Task goal
In the records that follow, how many lines contain the word "noqa"? Give only that figure.

Data provided: Begin

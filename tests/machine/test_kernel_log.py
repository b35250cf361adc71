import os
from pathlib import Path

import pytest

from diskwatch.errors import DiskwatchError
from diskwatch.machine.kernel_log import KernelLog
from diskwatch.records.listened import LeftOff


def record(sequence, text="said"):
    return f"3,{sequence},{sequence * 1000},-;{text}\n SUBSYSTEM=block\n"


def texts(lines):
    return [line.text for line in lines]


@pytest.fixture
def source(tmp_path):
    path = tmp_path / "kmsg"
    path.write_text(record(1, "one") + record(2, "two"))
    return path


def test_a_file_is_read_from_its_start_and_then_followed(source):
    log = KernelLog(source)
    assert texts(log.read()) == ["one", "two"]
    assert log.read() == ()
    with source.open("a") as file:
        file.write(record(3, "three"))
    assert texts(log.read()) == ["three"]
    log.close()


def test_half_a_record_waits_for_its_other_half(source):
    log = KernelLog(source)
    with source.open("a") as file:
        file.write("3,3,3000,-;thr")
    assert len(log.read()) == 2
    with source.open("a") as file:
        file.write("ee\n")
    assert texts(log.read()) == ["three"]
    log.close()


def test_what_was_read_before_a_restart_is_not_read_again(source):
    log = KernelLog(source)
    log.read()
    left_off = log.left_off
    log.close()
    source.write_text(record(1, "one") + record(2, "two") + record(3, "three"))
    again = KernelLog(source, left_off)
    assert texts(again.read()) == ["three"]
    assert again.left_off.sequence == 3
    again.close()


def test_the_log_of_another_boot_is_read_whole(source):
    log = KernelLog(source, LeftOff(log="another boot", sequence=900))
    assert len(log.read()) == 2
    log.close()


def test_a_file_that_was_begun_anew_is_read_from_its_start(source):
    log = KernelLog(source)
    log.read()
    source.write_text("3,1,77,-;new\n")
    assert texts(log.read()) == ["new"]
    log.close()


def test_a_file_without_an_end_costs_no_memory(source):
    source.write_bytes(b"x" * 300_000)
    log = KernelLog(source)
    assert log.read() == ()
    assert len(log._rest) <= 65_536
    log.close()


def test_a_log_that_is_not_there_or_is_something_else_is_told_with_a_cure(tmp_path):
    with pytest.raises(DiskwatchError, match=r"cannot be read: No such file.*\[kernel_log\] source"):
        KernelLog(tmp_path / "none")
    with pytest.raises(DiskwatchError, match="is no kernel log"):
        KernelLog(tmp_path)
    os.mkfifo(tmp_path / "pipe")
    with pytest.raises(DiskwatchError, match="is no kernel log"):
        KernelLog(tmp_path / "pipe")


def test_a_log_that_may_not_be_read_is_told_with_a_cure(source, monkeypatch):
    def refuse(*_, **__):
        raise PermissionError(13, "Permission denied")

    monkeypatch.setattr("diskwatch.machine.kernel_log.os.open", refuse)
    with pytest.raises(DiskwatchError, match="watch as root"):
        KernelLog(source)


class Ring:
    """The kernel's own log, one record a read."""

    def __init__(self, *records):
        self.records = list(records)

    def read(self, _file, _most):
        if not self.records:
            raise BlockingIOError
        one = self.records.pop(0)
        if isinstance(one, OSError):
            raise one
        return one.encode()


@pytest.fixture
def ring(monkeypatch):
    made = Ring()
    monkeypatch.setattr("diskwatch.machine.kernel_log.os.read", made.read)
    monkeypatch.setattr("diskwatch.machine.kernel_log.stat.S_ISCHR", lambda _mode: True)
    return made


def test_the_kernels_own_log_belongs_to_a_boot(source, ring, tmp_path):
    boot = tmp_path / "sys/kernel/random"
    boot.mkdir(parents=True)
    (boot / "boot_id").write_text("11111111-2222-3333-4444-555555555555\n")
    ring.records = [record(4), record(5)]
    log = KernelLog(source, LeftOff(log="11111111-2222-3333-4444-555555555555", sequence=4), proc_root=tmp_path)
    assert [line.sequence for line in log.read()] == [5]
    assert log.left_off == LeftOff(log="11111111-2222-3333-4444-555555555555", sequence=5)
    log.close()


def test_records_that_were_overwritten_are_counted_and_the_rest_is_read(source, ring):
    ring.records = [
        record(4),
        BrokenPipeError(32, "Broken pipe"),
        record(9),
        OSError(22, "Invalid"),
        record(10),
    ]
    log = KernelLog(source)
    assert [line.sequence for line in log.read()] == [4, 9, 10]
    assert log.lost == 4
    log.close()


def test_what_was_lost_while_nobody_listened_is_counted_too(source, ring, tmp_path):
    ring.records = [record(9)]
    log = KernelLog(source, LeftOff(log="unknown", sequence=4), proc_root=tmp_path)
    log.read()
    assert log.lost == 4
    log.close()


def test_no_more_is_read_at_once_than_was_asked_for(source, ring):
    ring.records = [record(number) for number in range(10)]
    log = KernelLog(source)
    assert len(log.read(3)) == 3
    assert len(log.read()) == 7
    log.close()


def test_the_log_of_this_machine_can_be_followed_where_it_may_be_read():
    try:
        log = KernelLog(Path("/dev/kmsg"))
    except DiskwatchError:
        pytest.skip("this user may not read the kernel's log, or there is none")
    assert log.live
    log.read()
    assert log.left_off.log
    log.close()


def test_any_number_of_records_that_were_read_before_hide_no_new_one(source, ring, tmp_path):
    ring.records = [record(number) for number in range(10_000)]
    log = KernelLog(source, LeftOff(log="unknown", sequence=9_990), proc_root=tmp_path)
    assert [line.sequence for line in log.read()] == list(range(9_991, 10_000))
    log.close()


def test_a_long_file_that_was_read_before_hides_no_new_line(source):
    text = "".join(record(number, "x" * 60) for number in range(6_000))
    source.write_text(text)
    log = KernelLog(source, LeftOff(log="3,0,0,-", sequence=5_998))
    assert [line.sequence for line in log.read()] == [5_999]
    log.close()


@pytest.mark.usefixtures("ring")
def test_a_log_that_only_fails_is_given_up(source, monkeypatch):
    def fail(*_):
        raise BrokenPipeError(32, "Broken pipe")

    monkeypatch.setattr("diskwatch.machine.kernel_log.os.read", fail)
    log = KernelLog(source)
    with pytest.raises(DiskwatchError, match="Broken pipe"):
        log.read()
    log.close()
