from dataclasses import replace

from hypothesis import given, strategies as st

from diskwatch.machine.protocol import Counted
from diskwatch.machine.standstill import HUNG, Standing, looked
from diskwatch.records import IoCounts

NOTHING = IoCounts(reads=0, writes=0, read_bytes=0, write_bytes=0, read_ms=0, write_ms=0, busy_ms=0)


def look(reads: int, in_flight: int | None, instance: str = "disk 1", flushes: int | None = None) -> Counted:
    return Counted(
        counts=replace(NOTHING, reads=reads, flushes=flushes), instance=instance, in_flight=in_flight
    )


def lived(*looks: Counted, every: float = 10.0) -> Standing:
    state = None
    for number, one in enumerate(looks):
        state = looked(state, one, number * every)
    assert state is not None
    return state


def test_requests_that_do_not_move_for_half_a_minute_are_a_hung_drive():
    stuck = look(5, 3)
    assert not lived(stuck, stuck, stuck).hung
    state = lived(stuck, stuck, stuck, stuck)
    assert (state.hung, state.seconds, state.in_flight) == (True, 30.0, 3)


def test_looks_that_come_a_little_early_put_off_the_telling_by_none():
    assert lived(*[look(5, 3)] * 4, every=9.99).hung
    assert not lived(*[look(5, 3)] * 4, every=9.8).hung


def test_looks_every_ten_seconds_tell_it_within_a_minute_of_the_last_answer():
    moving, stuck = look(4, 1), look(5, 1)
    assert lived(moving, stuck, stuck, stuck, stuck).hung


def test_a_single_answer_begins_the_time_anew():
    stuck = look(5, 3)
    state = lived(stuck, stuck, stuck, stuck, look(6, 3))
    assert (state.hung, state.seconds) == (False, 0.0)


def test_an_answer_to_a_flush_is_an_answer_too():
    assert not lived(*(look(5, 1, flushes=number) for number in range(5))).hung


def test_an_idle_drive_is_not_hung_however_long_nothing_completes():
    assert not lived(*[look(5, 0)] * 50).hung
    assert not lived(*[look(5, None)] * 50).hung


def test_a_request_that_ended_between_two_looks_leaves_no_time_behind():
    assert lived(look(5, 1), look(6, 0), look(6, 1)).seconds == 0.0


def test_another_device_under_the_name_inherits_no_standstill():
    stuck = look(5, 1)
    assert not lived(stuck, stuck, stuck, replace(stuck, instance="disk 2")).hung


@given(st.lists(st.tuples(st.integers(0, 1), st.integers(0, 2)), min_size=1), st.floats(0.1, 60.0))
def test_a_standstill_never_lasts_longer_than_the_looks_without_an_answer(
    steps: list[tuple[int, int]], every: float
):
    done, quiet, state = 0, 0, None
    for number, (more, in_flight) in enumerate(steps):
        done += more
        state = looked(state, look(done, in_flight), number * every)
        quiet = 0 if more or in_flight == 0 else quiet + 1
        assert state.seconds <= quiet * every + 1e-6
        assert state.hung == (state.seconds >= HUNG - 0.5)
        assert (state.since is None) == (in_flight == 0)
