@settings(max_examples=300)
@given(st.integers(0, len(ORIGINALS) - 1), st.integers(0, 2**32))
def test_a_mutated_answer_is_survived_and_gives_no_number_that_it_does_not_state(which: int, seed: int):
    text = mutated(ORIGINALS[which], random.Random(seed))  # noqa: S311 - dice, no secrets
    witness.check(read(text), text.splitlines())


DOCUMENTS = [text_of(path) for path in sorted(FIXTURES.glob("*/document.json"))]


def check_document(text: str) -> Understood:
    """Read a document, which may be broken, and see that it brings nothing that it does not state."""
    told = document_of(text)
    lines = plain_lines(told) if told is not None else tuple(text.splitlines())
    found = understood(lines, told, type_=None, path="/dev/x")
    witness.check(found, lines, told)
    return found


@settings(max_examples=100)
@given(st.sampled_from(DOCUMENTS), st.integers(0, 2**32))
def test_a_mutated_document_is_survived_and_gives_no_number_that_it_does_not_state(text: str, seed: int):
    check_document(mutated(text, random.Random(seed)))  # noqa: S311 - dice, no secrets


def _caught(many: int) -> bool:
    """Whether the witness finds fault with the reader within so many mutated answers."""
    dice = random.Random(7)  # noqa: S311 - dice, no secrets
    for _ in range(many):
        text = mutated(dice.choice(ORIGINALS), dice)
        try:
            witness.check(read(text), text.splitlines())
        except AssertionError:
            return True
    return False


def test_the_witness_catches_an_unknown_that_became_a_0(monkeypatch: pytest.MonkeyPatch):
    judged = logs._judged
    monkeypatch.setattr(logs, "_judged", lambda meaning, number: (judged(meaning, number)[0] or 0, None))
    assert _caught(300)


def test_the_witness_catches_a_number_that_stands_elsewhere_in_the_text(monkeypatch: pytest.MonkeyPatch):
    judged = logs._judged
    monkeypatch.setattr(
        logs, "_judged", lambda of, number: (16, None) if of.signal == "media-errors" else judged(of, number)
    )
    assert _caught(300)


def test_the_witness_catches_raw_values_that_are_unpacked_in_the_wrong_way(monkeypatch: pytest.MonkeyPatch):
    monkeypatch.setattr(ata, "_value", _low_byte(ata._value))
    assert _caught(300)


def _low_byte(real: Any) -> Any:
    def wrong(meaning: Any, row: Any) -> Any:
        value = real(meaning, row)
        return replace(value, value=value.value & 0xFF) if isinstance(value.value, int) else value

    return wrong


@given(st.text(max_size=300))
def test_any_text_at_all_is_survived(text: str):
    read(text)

Data provided: End

Expected answer
3